„I hob di gestern wieder gseng“ ist ein niederbayerisches Liebeslied aus der Feder von Peter, einem ehemaligen Freund. Der Text entstand vor über zwanzig Jahren und spiegelt eine Zeit wider, in der Gefühle oft größer waren als die Worte dafür. Peter hatte die seltene Gabe, Verliebtheit, Hoffnung und Unsicherheit ohne Ironie auszudrücken – offen, direkt und verletzlich.
Das Lied erzählt vom Warten, vom Festhalten an Erinnerungen und von der leisen Hoffnung, dass sich etwas doch noch wenden könnte. Der Dialekt verleiht dem Text eine besondere Nähe und Ehrlichkeit. Nichts ist überhöht, nichts versteckt. Es geht um echte Sehnsucht, um Zweifel und um das Gefühl, jemanden nicht loslassen zu können, obwohl der Weg unklar ist.

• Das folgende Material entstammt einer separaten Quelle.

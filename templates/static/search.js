/* refgen offline search: filters the embedded index (static/search-index.js); no network. */
(function () {
  "use strict";
  var input = document.getElementById("search");
  var list = document.getElementById("search-results");
  if (!input || !list || !window.REFGEN_INDEX) { return; }
  function score(entry, words) {
    var hay = (entry.t + " " + entry.k).toLowerCase();
    for (var i = 0; i < words.length; i++) { if (hay.indexOf(words[i]) < 0) { return -1; } }
    var title = entry.t.toLowerCase();
    var query = words.join(" ");
    if (entry.h) {  // a page heading: below the named things, above loose keyword matches
      return title.indexOf(query) === 0 ? 2.5 : 1.5;
    }
    var name = title.slice(title.indexOf(": ") + 2);
    if (name === query) { return 4; }
    if (name.indexOf(query) === 0) { return 3; }
    return title.indexOf(words[0]) >= 0 ? 2 : 1;
  }
  function show() {
    var words = input.value.toLowerCase().split(/\s+/).filter(function (w) { return w.length > 0; });
    while (list.firstChild) { list.removeChild(list.firstChild); }
    if (!words.length) { list.hidden = true; return; }
    var hits = window.REFGEN_INDEX.map(function (e) { return [score(e, words), e]; })
      .filter(function (h) { return h[0] > 0; })
      .sort(function (a, b) { return b[0] - a[0] || (a[1].t < b[1].t ? -1 : 1); })
      .slice(0, 12);
    hits.forEach(function (h) {
      var li = document.createElement("li");
      var a = document.createElement("a");
      a.href = h[1].u;
      a.textContent = h[1].t;
      li.appendChild(a);
      list.appendChild(li);
    });
    if (!hits.length) {
      var none = document.createElement("li");
      none.textContent = "nothing found";
      list.appendChild(none);
    }
    list.hidden = false;
  }
  input.addEventListener("input", show);
  input.addEventListener("keydown", function (ev) {
    if (ev.key === "Enter") {
      var first = list.querySelector("a");
      if (first) { window.location.href = first.getAttribute("href"); }
    }
    if (ev.key === "Escape") { input.value = ""; show(); }
  });
}());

Musikalisch wurde das Lied vor über zwei Jahrzehnten gemeinsam umgesetzt und trägt bis heute den Charakter dieser Zeit in sich. Die heutige Neuinterpretation nähert sich dem Original mit Respekt, ohne es kopieren zu wollen. Sie bewahrt den Kern des Textes und lässt ihn in einem ruhigen, bayerischen Klangbild weiterleben.
Dieses Lied ist kein Rückblick mit Wehmut, sondern ein stilles Zeugnis dafür, wie intensiv und ehrlich Gefühle sein können – besonders dann, wenn man sie noch ungefiltert zulässt.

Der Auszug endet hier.